Re: Regular Expresssion TroubleShoot Help plz
by SamCG (Hermit) on Mar 29, 2006 at 00:38 UTC
    update: No -- Crackers2 is correct. Sorry. First time I've wanted to downvote my own post.

    Well, it seems your character class isn't working the way you expect. I usually find the print statement to be an excellent debugger. I modified your code a bit -- first, I didn't see a particular need for the \A in this short a sample. I'm also used to looking at regexes without whitespace, and I'm not sure why you used both \s and \m modifiers (aren't they contradictory?){update: never mind that last -- I found "both s and m modifiers (//sm): Treat string as a single long line, but detect multiple lines. '.' matches any character, even "\n". ^ and $, however, are able to match at the start or end of any line within the string." in the docs}
    $foo = qq{^snafu^|^foobar^\n}; $foo =~ m/(\W)([^\1]+)\1(\W)/; $text_qual = $1; $field_sep = $3; print "text: $text_qual\n"; print "field: $field_sep\n"; print $2; print "\n2nd try\n"; $foo2 = qq{^snafu1|^foobar^\n}; $foo2 =~ m/(\W)([^\1]+)\1(\W)/; $text_qual = $1; $field_sep = $3; print "text: $text_qual\n"; print "field: $field_sep\n"; print $2;
    yields
    H:\script>perl majingz.pl text: ^ field: snafu^|^foobar 2nd try text: ^ field: snafu1|^foobar
    Telling me your [^\1]+class sucked up everything from s to r, and then the \1 kicked in for the fourth ^. So, your backreference isn't working inside a character class. This isn't quite so surprising (to me, anyway) since a character class doesn't follow many standard regex rules (a period inside a character class, for example, is just a period, escaped or not). I don't see any hard documentation on the failure of backreferences in character classes, but it makes sense to me.

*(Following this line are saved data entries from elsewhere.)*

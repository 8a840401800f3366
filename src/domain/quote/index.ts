/** Quoting made-to-order plates: shop rates, money in minor units, the quote with its lines. */
export * from './settings';
export * from './money';
export * from './quote';
export * from './geometry';
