/** What a quote needs from a plate spec: blank, mass, cut lengths per operation, feature counts, pocket volume. */
import { cutLength, plateMass, stockSize } from '../mass';
import { plateProfile } from '../profile';
import type { PlateSpec } from '../spec';
import type { QuoteGeometry } from './quote';

export function quoteGeometry(spec: PlateSpec, sawAllowanceMm: number): QuoteGeometry {
  const stock = stockSize(spec, { sawAllowanceMm });
  const mass = plateMass(spec);
  const cut = cutLength(spec);
  const profile = plateProfile(spec);
  const counts = { drilledHoles: 0, tappedHoles: 0, reamedHoles: 0, counterbores: 0 };
  for (const h of profile.holes) {
    if (h.operation === 'through') counts.drilledHoles++;
    else if (h.operation === 'tapDrill') counts.tappedHoles++;
    else if (h.operation === 'dowelReam') counts.reamedHoles++;
    if (h.counterbore) counts.counterbores++;
  }
  return {
    materialName: spec.material.name,
    densityGPerCm3: spec.material.densityGPerCm3,
    plateMassKg: mass.massKg,
    // no stock size thick enough: the blank is priced at the plate thickness itself
    blank: { widthMm: stock.widthMm, heightMm: stock.heightMm, thicknessMm: stock.stock?.thicknessMm ?? spec.thicknessMm, stockLabel: stock.stock?.label ?? null },
    cutMm: { outline: cut.outlineMm, ...cut.holesMm, counterbore: cut.counterboresMm, pocket: cut.pocketsMm },
    counts,
    pocketVolumeMm3: mass.breakdown.pocketsMm3,
  };
}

    What is somewhat surprising to me is that for the second try the match for the second try (where I assume the "1" is part of the character class), the "1" doesn't trigger the class. I'm guess this is because the "\" is the escape character. I do note that if I double escape (i.e., [^\\1]), I get the expected result of that class matching on the "1".

    I wish I could tell you how to resolve your situation, but I think it's a difficult one: parsing csv's is not an easy task. That's one reason there's a module.